INSERT INTO tag VALUES('APPL', '2020-01-01 00:02:00', 110, 0);
INSERT INTO tag VALUES('APPL', '2020-01-01 00:02:10', 120, 0);
INSERT INTO tag VALUES('APPL', '2020-01-01 00:02:20', 140, 0);
INSERT INTO tag VALUES('APPL', '2020-01-01 00:02:30', 66160, 1);
INSERT INTO tag VALUES('APPL', '2020-01-01 00:02:40', 170, 0);
INSERT INTO tag VALUES('APPL', '2020-01-01 00:02:50', 180, 0);

4) Force rollup execution for testing

To align test timing, force rollup processing:

EXEC ROLLUP_FORCE(_tag_rollup_custom_1);
EXEC ROLLUP_FORCE(_tag_rollup_custom_2);
EXEC ROLLUP_FORCE(_tag_rollup_custom_3);

5) Query and compare results

5-1. Normal aggregation (raw data)

SELECT rollup('min', 1, time) AS rt,
       COUNT(value), MIN(value), MAX(value),
       FIRST(time, value), LAST(time, value)
  FROM tag
 GROUP BY rt
 ORDER BY rt;

5-2. Force the filtered rollup with a hint

SELECT /*+ ROLLUP_TABLE(_tag_rollup_custom_3) */
       rollup('min', 1, time) AS rt,
       COUNT(value), MIN(value), MAX(value),
       FIRST(time, value), LAST(time, value)
  FROM tag
 GROUP BY rt
 ORDER BY rt;

6) Why the hint is required

Even if a filtered rollup exists, the optimizer prefers an unfiltered rollup when multiple candidates match.
That means your query might silently use the wrong rollup unless you force it.

Use the hint when:

You must verify the filtered rollup result
Multiple rollups share the same interval/value column
FIRST()/LAST() requires an EXTENSION rollup

Think of the hint as a safety switch: it guarantees the rollup you intended is actually used.

7) Example summary (raw vs. filtered)

Counts and min/max:

Minute (rollup)	Raw COUNT	Raw MIN	Raw MAX	Filtered COUNT	Filtered MIN	Filtered MAX
00:00	7	99	9900	6	99	130
00:01	6	92	2990	5	92	102
00:02	6	110	66160	5	110	180

Key takeaway:

Raw aggregates inflate MAX because outliers are included.
Filtered rollup keeps statistics stable by excluding outliers.

FIRST/LAST examples

FIRST() and LAST() show the boundary values per bucket:

Minute (rollup)	Raw FIRST(time, value)	Raw LAST(time, value)	Filtered FIRST(time, value)	Filtered LAST(time, value)
00:00	00:00:00, 100	00:00:50, 99	00:00:00, 100	00:00:50, 99
00:01	00:01:00, 98	00:01:50, 102	00:01:00, 98	00:01:50, 102
00:02	00:02:00, 110	00:02:50, 180	00:02:00, 110	00:02:50, 180

In this dataset, outliers do not sit on the boundaries, so FIRST/LAST stays the same.
In real workloads, boundary values can change, which is another reason to apply filtered rollups.

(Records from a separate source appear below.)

"""Plain PySCF defaults against the tool, case by case.

    python tests/hard_cases/table.py [--starts 1] [CASE...]

`--starts` is how many first densities the tool is tried from (1 to 4); it counts as right only if all of them end in
the lowest known solution, converged and stable. Plain results come from plain.csv, the lowest from lowest.csv.
"""

from __future__ import annotations

import sys
import time

from cases import STARTS, Case, cases

from unpaired.errors import CalculationError


def verdict(case: Case, count: int) -> tuple[str, str, float]:
    """`right` or what is wrong; the label of the state taken and how many solutions are listed; seconds."""
    begun, wrong, label = time.process_time(), [], ""
    for start in STARTS[:count]:
        try:
            state = case.solve(start)
        except CalculationError as error:
            wrong.append(f"from {start}: {error.message[:60]}")
            continue
        label = f"{state.solution.label} ({len(state.solutions)})"
        above = state.energy_Eh - case.expected_Eh
        if not case.is_lowest(state):
            wrong.append(f"from {start}: {1000 * above:+.3f} mEh, stable {state.stable}")
        elif above < -case.tolerance_Eh:
            label += f", {-1000 * above:.3f} mEh below the search"
    return "; ".join(wrong) or "right", label, time.process_time() - begun


def main() -> None:
    words = sys.argv[1:]
    count = int(words[words.index("--starts") + 1]) if "--starts" in words else 1
    wanted = {word for word in words if not word.startswith("--") and not word.isdigit()}
    right = [0, 0, 0]
    print("| case | lowest / Eh | plain PySCF | the tool | state taken (solutions listed) | CPU / s |")
    print("| --- | --- | --- | --- | --- | --- |")
    for case in cases():
        if wanted and case.name not in wanted:
            continue
        ours, label, seconds = verdict(case, count)
        plain = case.plain_verdict
        right = [right[0] + 1, right[1] + (plain == "right"), right[2] + (ours == "right")]
        row = f"{case.title} | {case.expected_Eh:.6f} | {plain} | {ours} | {label} | {seconds:.1f}"
        print(f"| {row} |", flush=True)
    print(
        f"\nof {right[0]}: plain PySCF right in {right[1]}, the tool right in {right[2]} (from {count} starts)"
    )


if __name__ == "__main__":
    main()
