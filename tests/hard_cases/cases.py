"""The hard cases as points of the tool, and the files that say what is expected of them."""

from __future__ import annotations

import csv
from dataclasses import dataclass
from pathlib import Path

from unpaired.electronic.guess import DENSITIES
from unpaired.electronic.solve import solve
from unpaired.level import Level
from unpaired.molecule import Molecule
from unpaired.point import Point
from unpaired.state import State
from unpaired.structures.xyz import read_xyz

HERE = Path(__file__).parent
STARTS = tuple(DENSITIES)


@dataclass(frozen=True)
class Case:
    """One molecule at one level, with what plain PySCF gives and what the exhaustive search found."""

    name: str
    point: Point
    plain: dict[str, str]
    lowest: dict[str, str]

    @property
    def title(self) -> str:
        return f"{self.name} {self.point.level.id}"

    @property
    def expected_Eh(self) -> float:
        return float(self.lowest["energy_Eh"])

    @property
    def tolerance_Eh(self) -> float:
        """1e-6 Eh with exact integrals; on a grid 2e-5, because the tool turns its grids and PySCF does not."""
        return 2e-5 if self.point.level.is_kohn_sham else 1e-6

    def solve(self, start: str) -> State:
        return solve(self.point, start=start)

    def is_lowest(self, state: State) -> bool:
        """Taken: stable, and no higher than the exhaustive search's lowest."""
        return state.stable is True and state.energy_Eh < self.expected_Eh + self.tolerance_Eh

    @property
    def plain_verdict(self) -> str:
        """`right`, or what is wrong with PySCF's defaults."""
        if self.plain["converged"] != "True":
            return "not converged"
        above = float(self.plain["energy_Eh"]) - self.expected_Eh
        wrong = [f"{1000 * above:.2f} mEh too high"] if above > self.tolerance_Eh else []
        wrong += ["unstable"] if self.plain["stable"] != "True" else []
        return ", ".join(wrong) or "right"


def cases() -> list[Case]:
    """Every row of cases.csv with exact integrals (accuracy reference)."""
    plain, lowest = (_by_key(_rows(name)) for name in ("plain.csv", "lowest.csv"))
    found = []
    for row in _rows("cases.csv"):
        geometry = read_xyz(HERE / f"{row['case']}.xyz")
        molecule = Molecule(
            geometry.elements, geometry.coordinates_bohr, int(row["charge"]), int(row["multiplicity"])
        )
        level = Level(row["scf"], row["basis"], row["functional"] or None, accuracy="reference")
        if _key(row) in lowest:
            found.append(Case(row["case"], Point(molecule, level), plain[_key(row)], lowest[_key(row)]))
    return found


def _rows(name: str) -> list[dict[str, str]]:
    with (HERE / name).open(newline="") as file:
        return list(csv.DictReader(file))


def _key(row: dict[str, str]) -> tuple[str, ...]:
    return row["case"], row["scf"], row["functional"], row["basis"]


def _by_key(rows: list[dict[str, str]]) -> dict[tuple[str, ...], dict[str, str]]:
    return {_key(row): row for row in rows}
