"""The lowest solution of every hard case, by brute force and with plain PySCF alone.

    python tests/hard_cases/exhaustive.py [CASE...]

Each case: PySCF's default start, the core Hamiltonian and random rotations of occupied into virtual orbitals, of alpha
and beta separately; from each DIIS, then second order, then as many rounds of stability test and descent as it takes.
The lowest converged energy goes to lowest.csv with the number of starts and how many of them ended there; `plain.csv`
gets what PySCF's defaults give (one kernel() from the default guess, a stability test with its defaults).
Nothing of `unpaired` is used. The file is written after every case.
"""

from __future__ import annotations

import csv
import sys
import time
import warnings
from pathlib import Path

import basis_set_exchange
import numpy as np
from pyscf import dft, gto, scf

HERE = Path(__file__).parent
SEED = 20240229
warnings.simplefilter("ignore")


def read(name: str) -> list[dict[str, str]]:
    path = HERE / name
    if not path.exists():
        return []
    with path.open(newline="") as file:
        return list(csv.DictReader(file))


def write(name: str, rows: list[dict[str, object]]) -> None:
    with (HERE / name).open("w", newline="") as file:
        writer = csv.DictWriter(file, list(rows[0]))
        writer.writeheader()
        writer.writerows(rows)


def key(row: dict[str, str]) -> tuple[str, ...]:
    return row["case"], row["scf"], row["functional"], row["basis"]


def molecule(case: dict[str, str]) -> gto.Mole:
    lines = (HERE / f"{case['case']}.xyz").read_text().splitlines()[2:]
    elements = {line.split()[0] for line in lines if line.strip()}
    basis = {
        element: gto.basis.parse(basis_set_exchange.get_basis(case["basis"], elements=element, fmt="nwchem"))
        for element in elements
    }
    return gto.M(
        atom="\n".join(lines), basis=basis, charge=int(case["charge"]),
        spin=int(case["multiplicity"]) - 1, verbose=0,
    )  # fmt: skip


def field(case: dict[str, str], mole: gto.Mole):
    if case["functional"]:
        made = getattr(dft, case["scf"])(mole)
        made.xc, made.grids.level = case["functional"], 4
        return made
    return getattr(scf, case["scf"])(mole)


def descend(made) -> bool:
    """Second order, stability, down, until stable; True if converged and stable."""
    for _ in range(8):
        newton = made.newton()
        newton.max_cycle, newton.conv_tol = 60, 1e-10
        newton.kernel(made.mo_coeff, made.mo_occ)
        made.mo_coeff, made.mo_occ, made.mo_energy = newton.mo_coeff, newton.mo_occ, newton.mo_energy
        made.e_tot, made.converged = newton.e_tot, newton.converged
        rotated, _, stable, _ = made.stability(return_status=True, nroots=1, verbose=0)
        if stable:
            return bool(made.converged)
        made.mo_coeff = rotated
    return False


def shaken(made, draw: np.random.Generator):
    """Orbitals of the default guess, occupied and virtual mixed at random."""
    fock = made.get_fock(dm=made.get_init_guess())
    energy, orbitals = made.eig(fock, made.get_ovlp())
    occupations = made.get_occ(energy, orbitals)

    def turn(c):
        size = c.shape[1]
        raw = draw.standard_normal((size, size)) * draw.choice([0.15, 0.4, 1.0])
        unitary, _ = np.linalg.qr(np.eye(size) + (raw - raw.T) / np.sqrt(size))
        return c @ unitary

    if np.ndim(orbitals) == 2:
        return turn(orbitals), occupations
    return np.stack([turn(c) for c in orbitals]), occupations


def search(case: dict[str, str]) -> dict[str, object]:
    mole = molecule(case)
    draw = np.random.default_rng(SEED)
    count = 6 if case["functional"] else 24 if mole.nao < 40 else 8
    ends = []
    for number in range(count):
        made = field(case, mole)
        made.conv_tol, made.max_cycle = 1e-10, 60
        if number == 0:
            made.kernel()
        elif number == 1:
            made.kernel(dm0=made.get_init_guess(key="1e"))
        else:
            orbitals, occupations = shaken(made, draw)
            made.kernel(dm0=made.make_rdm1(orbitals, occupations))
        try:
            if descend(made):
                ends.append((float(made.e_tot), float(made.spin_square()[0])))
        except (np.linalg.LinAlgError, ValueError, RuntimeError):
            continue
    energy, s_squared = min(ends)
    hits = sum(one - energy < 2e-6 for one, _ in ends)
    others = sorted({round(one, 5) for one, _ in ends if one - energy > 2e-6})
    return {name: case[name] for name in ("case", "scf", "functional", "basis")} | {
        "energy_Eh": f"{energy:.8f}", "s_squared": f"{s_squared:.4f}", "starts": count,
        "converged_and_stable": len(ends), "ended_lowest": hits, "next_Eh": others[0] if others else "",
    }  # fmt: skip


def plain(case: dict[str, str]) -> dict[str, object]:
    made = field(case, molecule(case))
    if case["functional"]:
        made.grids.level = 4
    made.kernel()
    stable = bool(made.stability(return_status=True, verbose=0)[2]) if made.converged else ""
    return {name: case[name] for name in ("case", "scf", "functional", "basis")} | {
        "converged": made.converged, "energy_Eh": f"{made.e_tot:.8f}", "stable": stable,
    }  # fmt: skip


def main() -> None:
    wanted = set(sys.argv[1:])
    for case in sorted(read("cases.csv"), key=lambda case: bool(case["functional"])):  # the quick ones first
        for name, work in (("plain.csv", plain), ("lowest.csv", search)):
            if wanted and case["case"] not in wanted:
                continue
            if not wanted and key(case) in {key(row) for row in read(name)}:
                continue
            begun = time.time()
            made = work(case)
            known = {key(row): row for row in read(name)} | {key(case): made}
            write(name, [known[key(one)] for one in read("cases.csv") if key(one) in known])
            print(name, *made.values(), f"{time.time() - begun:.0f} s", flush=True)


if __name__ == "__main__":
    main()
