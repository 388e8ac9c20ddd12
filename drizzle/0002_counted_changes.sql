ALTER TABLE "editions" ADD COLUMN "changes" jsonb DEFAULT '{}'::jsonb NOT NULL;--> statement-breakpoint
ALTER TABLE "edits" ADD COLUMN "changes" jsonb;--> statement-breakpoint
ALTER TABLE "edits" ADD COLUMN "wanted_id" uuid;--> statement-breakpoint
CREATE INDEX "editions_author" ON "editions" USING btree ("author_id");--> statement-breakpoint
-- The counts are part of what was published: they never change either.
DROP TRIGGER editions_never_changed ON "editions";
--> statement-breakpoint
CREATE TRIGGER editions_never_changed BEFORE UPDATE ON "editions" FOR EACH ROW
  WHEN ((OLD.id, OLD.guide_id, OLD.number, OLD.content, OLD.author_id, OLD.approver_id, OLD.edit_id, OLD.summary, OLD.published_at, OLD.changes)
    IS DISTINCT FROM (NEW.id, NEW.guide_id, NEW.number, NEW.content, NEW.author_id, NEW.approver_id, NEW.edit_id, NEW.summary, NEW.published_at, NEW.changes)
    OR NEW.renderer_version < OLD.renderer_version)
  EXECUTE FUNCTION refuse_change();
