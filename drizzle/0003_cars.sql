CREATE TABLE "cars" (
	"member_id" uuid NOT NULL,
	"id" uuid NOT NULL,
	"name" text NOT NULL,
	"car_class" text,
	"values" jsonb NOT NULL,
	"chosen" boolean DEFAULT false NOT NULL,
	"version" integer DEFAULT 1 NOT NULL,
	"created_at" timestamp with time zone DEFAULT now() NOT NULL,
	"updated_at" timestamp with time zone DEFAULT now() NOT NULL,
	CONSTRAINT "cars_key" PRIMARY KEY("member_id","id"),
	CONSTRAINT "cars_one_of_a_name" UNIQUE("member_id","name"),
	CONSTRAINT "cars_name_length" CHECK (char_length("cars"."name") between 1 and 60),
	CONSTRAINT "cars_class" CHECK ("cars"."car_class" ~ '^[a-z0-9_]{1,40}$'),
	CONSTRAINT "cars_values_object" CHECK (jsonb_typeof("cars"."values") = 'object'),
	CONSTRAINT "cars_values_size" CHECK (octet_length("cars"."values"::text) <= 16384),
	CONSTRAINT "cars_version" CHECK ("cars"."version" >= 1)
);
--> statement-breakpoint
ALTER TABLE "cars" ADD CONSTRAINT "cars_member_id_members_id_fk" FOREIGN KEY ("member_id") REFERENCES "public"."members"("id") ON DELETE cascade ON UPDATE no action;--> statement-breakpoint
CREATE UNIQUE INDEX "cars_one_chosen" ON "cars" USING btree ("member_id") WHERE "cars"."chosen";// SPDX-License-Identifier: GPL-3.0-or-later
// From a parsed command line to a running desk.
#pragma once

#include <string>

#include "ui/app/options.hpp"
#include "ui/client/shop_data.hpp"

namespace tw::ui {

/// Which display the program may use.
struct Display {
  bool offscreen = false;  ///< select Qt's offscreen platform
  std::string refusal;     ///< not empty: there is no display for the interactive form
};

/// `hasScreen`: DISPLAY or WAYLAND_DISPLAY is set; `platformChosen`: QT_QPA_PLATFORM is set.
[[nodiscard]] Display chooseDisplay(bool snapshot, bool hasScreen, bool platformChosen);

/// Parses, builds everything, runs the event loop and answers the exit status: 0 done, 1 input, 2 usage,
/// 3 the service or the disk failed. Messages go to stderr as `tankward: WHERE: MESSAGE`.
[[nodiscard]] int runDesk(int argc, char** argv, const ShopData::Clock& clock);

}  // namespace tw::ui
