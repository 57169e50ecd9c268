// SPDX-License-Identifier: GPL-3.0-or-later
#include "ui/app/snapshot.hpp"

#include <QDir>
#include <QPixmap>

#include "ui/views/main_window.hpp"

namespace tw::ui {
namespace {

constexpr int kTick_ms = 50;
constexpr int kMost_ms = 15'000;
constexpr int kSettleTicks = 6;
/// A service that never answered is given up after this.
constexpr int kUnreachable_ms = 4'000;
constexpr int kInputIsWrong = 1;
constexpr int kMachineFailed = 3;

}  // namespace

Snapshot::Snapshot(const DeskOptions& options, MainWindow& window, const ShopData& data, QObject* parent)
    : QObject(parent), m_options(options), m_window(window), m_data(data), m_left(options.views) {
  m_ticks.setInterval(kTick_ms);
  connect(&m_ticks, &QTimer::timeout, this, &Snapshot::step);
}

void Snapshot::start() { m_ticks.start(); }

void Snapshot::step() {
  m_waited_ms += kTick_ms;
  if (!m_data.complete()) {
    const bool never = !m_data.lastHeard().isValid();
    if (m_waited_ms > (never ? kUnreachable_ms : kMost_ms)) {
      end(kMachineFailed, QStringLiteral("%1: the service does not answer").arg(m_options.url.toString()));
    }
    return;
  }
  if (!m_shown) {
    showNext();
    return;
  }
  if (m_window.ready()) {
    if (++m_settled >= kSettleTicks) grab();  // queued layouts and plots are drawn meanwhile
    return;
  }
  if (m_waited_ms > kMost_ms) {
    end(kMachineFailed, QStringLiteral("%1: view %2 was not ready within 15 s")
                            .arg(m_options.url.toString(), m_left.front()));
  }
}

void Snapshot::showNext() {
  const QString view = m_left.front();
  if (!m_options.tank.isEmpty() && m_data.tank(m_options.tank.toStdString()) == nullptr) {
    end(kInputIsWrong, QStringLiteral("--tank: '%1' is no tank of this shop").arg(m_options.tank));
    return;
  }
  if (view == QLatin1String("tank") && m_data.tanks().empty()) {
    end(kInputIsWrong, QStringLiteral("--view tank: this shop has no tank"));
    return;
  }
  if (view == QLatin1String("tank") && !m_options.tank.isEmpty()) {
    m_window.openTank(m_options.tank.toStdString());
  } else {
    m_window.showView(view);
  }
  m_window.setFocus();  // no control is drawn as focused
  m_shown = true;
  m_settled = 0;
  m_waited_ms = 0;
}

void Snapshot::grab() {
  const ThemeName theme = m_options.theme.value_or(ThemeName::Light);
  const QString language = m_options.language.isEmpty() ? QStringLiteral("en") : m_options.language;
  const QDir folder(m_options.snapshotDir);
  const QString path = folder.filePath(
      QStringLiteral("%1-%2-%3.png").arg(m_left.front(), themeId(theme), language));
  if (!QDir().mkpath(m_options.snapshotDir) || !m_window.grab().save(path, "PNG")) {
    end(kMachineFailed, QStringLiteral("%1: cannot be written").arg(path));
    return;
  }
  m_left.removeFirst();
  m_shown = false;
  m_waited_ms = 0;
  if (m_left.isEmpty()) end(0, {});
}

void Snapshot::end(int status, const QString& message) {
  m_ticks.stop();
  Q_EMIT finished(status, message);
}

}  // namespace tw::ui
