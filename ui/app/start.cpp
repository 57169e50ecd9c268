// SPDX-License-Identifier: GPL-3.0-or-later
#include "ui/app/start.hpp"

#include <QApplication>
#include <QLibraryInfo>
#include <QTranslator>
#include <cstdio>

#include "ui/app/snapshot.hpp"
#include "ui/client/api_client.hpp"
#include "ui/theme/style.hpp"
#include "ui/views/main_window.hpp"

namespace tw::ui {
namespace {

constexpr int kUsage = 2;

void complain(const std::string& message) { std::fprintf(stderr, "tankward: %s\n", message.c_str()); }

std::string textOf(const model::Fault& fault) {
  std::string text;
  for (const std::string& part : {fault.where, fault.subject}) {
    if (!part.empty()) text += part + ": ";
  }
  return text + fault.detail;
}

QLocale localeOf(const DeskOptions& options) {
  if (options.language == QLatin1String("de")) return QLocale(QLocale::German, QLocale::Germany);
  if (options.language == QLatin1String("en") || !options.snapshotDir.isEmpty()) {
    return QLocale(QLocale::English, QLocale::UnitedKingdom);
  }
  return QLocale::system();
}

void prepareEnvironment(const DeskOptions& options, const Display& display) {
  if (display.offscreen) qputenv("QT_QPA_PLATFORM", "offscreen");
  if (options.scale != 1.0) qputenv("QT_SCALE_FACTOR", QByteArray::number(options.scale));
}

void installTranslation(QApplication& application, QTranslator& own, QTranslator& qt, const QLocale& locale) {
  if (own.load(locale, QStringLiteral("tankward"), QStringLiteral("_"), QStringLiteral(":/i18n"))) {
    QCoreApplication::installTranslator(&own);
  }
  if (qt.load(locale, QStringLiteral("qtbase"), QStringLiteral("_"),
              QLibraryInfo::path(QLibraryInfo::TranslationsPath))) {
    application.installTranslator(&qt);
  }
}

int runSnapshot(QApplication& application, const DeskOptions& options, MainWindow& window, const ShopData& data) {
  window.setAttribute(Qt::WA_DontShowOnScreen);
  window.resize(options.size);
  window.show();
  Snapshot snapshot(options, window, data);
  QObject::connect(&snapshot, &Snapshot::finished, &application, [](int status, const QString& message) {
    if (!message.isEmpty()) complain(message.toStdString());
    QCoreApplication::exit(status);
  });
  snapshot.start();
  return QApplication::exec();
}

}  // namespace

Display chooseDisplay(bool snapshot, bool hasScreen, bool platformChosen) {
  if (platformChosen) return {};
  if (snapshot) return {true, {}};  // nothing flashes up on a screen that is in use
  if (hasScreen) return {};
  return {false, "no display: DISPLAY and WAYLAND_DISPLAY are not set; use --snapshot DIR without a screen"};
}

int runDesk(int argc, char** argv, const ShopData::Clock& clock) {
  QStringList arguments;
  for (int i = 1; i < argc; ++i) arguments << QString::fromLocal8Bit(argv[i]);
  auto options = parseOptions(arguments);
  if (!options) {
    complain(textOf(options.error()));
    return static_cast<int>(options.error().kind);
  }
  if (!options->help.isEmpty()) {
    std::fputs(options->help.toLocal8Bit().constData(), stdout);
    return 0;
  }
  const bool hasScreen = qEnvironmentVariableIsSet("DISPLAY") || qEnvironmentVariableIsSet("WAYLAND_DISPLAY");
  const Display display = chooseDisplay(!options->snapshotDir.isEmpty(), hasScreen,
                                        qEnvironmentVariableIsSet("QT_QPA_PLATFORM"));
  if (!display.refusal.empty()) {
    complain(display.refusal);
    return kUsage;
  }
  prepareEnvironment(*options, display);

  QApplication application(argc, argv);
  QApplication::setApplicationName(QStringLiteral("tankward-desk"));
  const QLocale locale = localeOf(*options);
  QLocale::setDefault(locale);
  QTranslator own, qt;
  installTranslation(application, own, qt, locale);

  Look look(options->theme.value_or(ThemeName::Light));
  applyTheme(application, look.theme());
  const Format format(locale);
  ShopData data(clock);
  ApiClient client(options->url, options->token);
  ApiClient::feed(client, data);
  MainWindow window(look, data, client, format);
  QObject::connect(&window, &MainWindow::themeChanged, &application,
                   [&application, &look] { applyTheme(application, look.theme()); });
  client.start();
  if (!options->snapshotDir.isEmpty()) return runSnapshot(application, *options, window, data);
  if (!options->tank.isEmpty()) {
    const std::string wanted = options->tank.toStdString();
    QObject::connect(&data, &ShopData::tanksChanged, &window, [&window, wanted] { window.openTank(wanted); },
                     Qt::SingleShotConnection);
  }
  window.resize(options->size);
  window.showMaximized();
  return QApplication::exec();
}

}  // namespace tw::ui
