// SPDX-License-Identifier: GPL-3.0-or-later
// The command line of tankward-desk (FORMATS section 6).
#pragma once

#include <QSize>
#include <QString>
#include <QStringList>
#include <QUrl>
#include <optional>

#include "model/result.hpp"
#include "ui/theme/palette.hpp"

namespace tw::ui {

struct DeskOptions {
  QUrl url{QStringLiteral("http://127.0.0.1:8484")};
  QByteArray token;              ///< read from --token-file
  QString snapshotDir;           ///< empty = the interactive form
  QSize size{1400, 900};
  QStringList views;             ///< views to grab; all of this version without --view
  QString tank;
  std::optional<ThemeName> theme;
  QString language;              ///< "en" | "de"; empty = the system's (interactive), English (snapshot)
  double scale = 1.0;
  QString help;                  ///< not empty: print and leave
};

/// `arguments` without the program's name. Fault kinds: Usage; Input for a token file that cannot be read.
[[nodiscard]] model::Result<DeskOptions> parseOptions(const QStringList& arguments);

}  // namespace tw::ui
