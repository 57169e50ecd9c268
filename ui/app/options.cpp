// SPDX-License-Identifier: GPL-3.0-or-later
#include "ui/app/options.hpp"

#include <QCommandLineParser>
#include <QFile>
#include <QRegularExpression>

namespace tw::ui {
namespace {

constexpr int kLeastSide = 320;
constexpr int kMostSide = 8192;

model::Unexpected<model::Fault> usage(const QString& subject, const QString& detail) {
  return model::fail({"usage", subject.toStdString(), detail.toStdString(), "", model::FaultKind::Usage});
}

const QStringList& viewsOfThisVersion() {
  static const QStringList views = {QStringLiteral("line"), QStringLiteral("tank")};
  return views;
}

void declare(QCommandLineParser& parser) {
  using Option = QCommandLineOption;
  const auto text = [](const char* literal) { return QString::fromLatin1(literal); };
  parser.setApplicationDescription(text("Dashboard of Tankward. Data come from a running `tankward serve`."));
  parser.addOptions({
      Option(text("url"), text("Address of the service."), text("URL"), text("http://127.0.0.1:8484")),
      Option(text("token-file"), text("File with the token sent with each request."), text("FILE")),
      Option(text("snapshot"), text("Grab views as PNG files into DIR and exit."), text("DIR")),
      Option(text("size"), text("Size of a snapshot."), text("WxH"), text("1400x900")),
      Option(text("view"), text("View to grab: line or tank; both when absent."), text("NAME")),
      Option(text("tank"), text("Tank to show, by id."), text("ID")),
      Option(text("theme"), text("light or dark."), text("THEME")),
      Option(text("lang"), text("en or de."), text("LANG")),
      Option(text("scale"), text("Scale of everything drawn, 0.5 to 4."), text("N"), text("1")),
      Option({text("h"), text("help")}, text("Show this text.")),
      Option(text("version"), text("Show the version.")),
  });
}

model::Result<QSize> parseSize(const QString& text) {
  static const QRegularExpression pattern(QStringLiteral("^(\\d{1,5})x(\\d{1,5})$"));
  const QRegularExpressionMatch match = pattern.match(text);
  const QSize size(match.captured(1).toInt(), match.captured(2).toInt());
  const bool fits = match.hasMatch() && size.width() >= kLeastSide && size.height() >= kLeastSide &&
                    size.width() <= kMostSide && size.height() <= kMostSide;
  if (!fits) {
    return usage(QStringLiteral("--size"),
                 QStringLiteral("'%1' is no size; expected WIDTHxHEIGHT, each %2 to %3").arg(text).arg(kLeastSide).arg(kMostSide));
  }
  return size;
}

model::Result<QByteArray> readToken(const QString& path) {
  QFile file(path);
  if (!file.open(QIODevice::ReadOnly)) {
    return model::fail({"unreadable", "--token-file", file.errorString().toStdString(), path.toStdString(),
                        model::FaultKind::Input});
  }
  return file.readAll().trimmed();
}

}  // namespace

model::Result<DeskOptions> parseOptions(const QStringList& arguments) {
  QCommandLineParser parser;
  declare(parser);
  if (!parser.parse(QStringList(QStringLiteral("tankward-desk")) + arguments)) {
    return usage({}, parser.errorText());
  }
  DeskOptions options;
  if (parser.isSet(QStringLiteral("help"))) {
    options.help = parser.helpText();
    return options;
  }
  if (parser.isSet(QStringLiteral("version"))) {
    options.help = QStringLiteral("tankward-desk " TW_VERSION "\n");
    return options;
  }
  if (!parser.positionalArguments().isEmpty()) {
    return usage(parser.positionalArguments().front(), QStringLiteral("no such argument"));
  }
  options.url = QUrl(parser.value(QStringLiteral("url")), QUrl::StrictMode);
  if (!options.url.isValid() || options.url.host().isEmpty() ||
      (options.url.scheme() != QLatin1String("http") && options.url.scheme() != QLatin1String("https"))) {
    return usage(QStringLiteral("--url"), QStringLiteral("'%1' is no http or https address")
                                              .arg(parser.value(QStringLiteral("url"))));
  }
  if (options.url.path() == QLatin1String("/")) options.url.setPath({});
  if (parser.isSet(QStringLiteral("token-file"))) {
    auto token = readToken(parser.value(QStringLiteral("token-file")));
    if (!token) return model::fail(std::move(token.error()));
    options.token = *token;
  }
  auto size = parseSize(parser.value(QStringLiteral("size")));
  if (!size) return model::fail(std::move(size.error()));
  options.size = *size;
  options.snapshotDir = parser.value(QStringLiteral("snapshot"));
  if (parser.isSet(QStringLiteral("snapshot")) && options.snapshotDir.isEmpty()) {
    return usage(QStringLiteral("--snapshot"), QStringLiteral("names no folder"));
  }
  options.views = viewsOfThisVersion();
  if (parser.isSet(QStringLiteral("view"))) {
    const QString view = parser.value(QStringLiteral("view"));
    if (!viewsOfThisVersion().contains(view)) {
      return usage(QStringLiteral("--view"), QStringLiteral("'%1' is not a view of this version; expected %2")
                                                 .arg(view, viewsOfThisVersion().join(QStringLiteral(" or "))));
    }
    options.views = QStringList(view);
  }
  options.tank = parser.value(QStringLiteral("tank"));
  if (parser.isSet(QStringLiteral("theme"))) {
    options.theme = themeFromId(parser.value(QStringLiteral("theme")));
    if (!options.theme) {
      return usage(QStringLiteral("--theme"), QStringLiteral("'%1' is no theme; expected light or dark")
                                                  .arg(parser.value(QStringLiteral("theme"))));
    }
  }
  options.language = parser.value(QStringLiteral("lang"));
  if (parser.isSet(QStringLiteral("lang")) && options.language != QLatin1String("en") &&
      options.language != QLatin1String("de")) {
    return usage(QStringLiteral("--lang"), QStringLiteral("'%1' is not shipped; expected en or de").arg(options.language));
  }
  bool isNumber = false;
  options.scale = parser.value(QStringLiteral("scale")).toDouble(&isNumber);
  if (!isNumber || options.scale < 0.5 || options.scale > 4.0) {
    return usage(QStringLiteral("--scale"), QStringLiteral("'%1' is no scale; expected a number from 0.5 to 4")
                                                .arg(parser.value(QStringLiteral("scale"))));
  }
  return options;
}

}  // namespace tw::ui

8) Practical deployment flow

Ingest raw data with a quality flag (value2)
Maintain two rollups: a general rollup and a filtered rollup
Dashboards can use general rollups
Reports/KPIs should use the filtered rollup with a hint
Root-cause analysis can still rely on raw data

This gives you fast analytics and reliable statistics without sacrificing detail.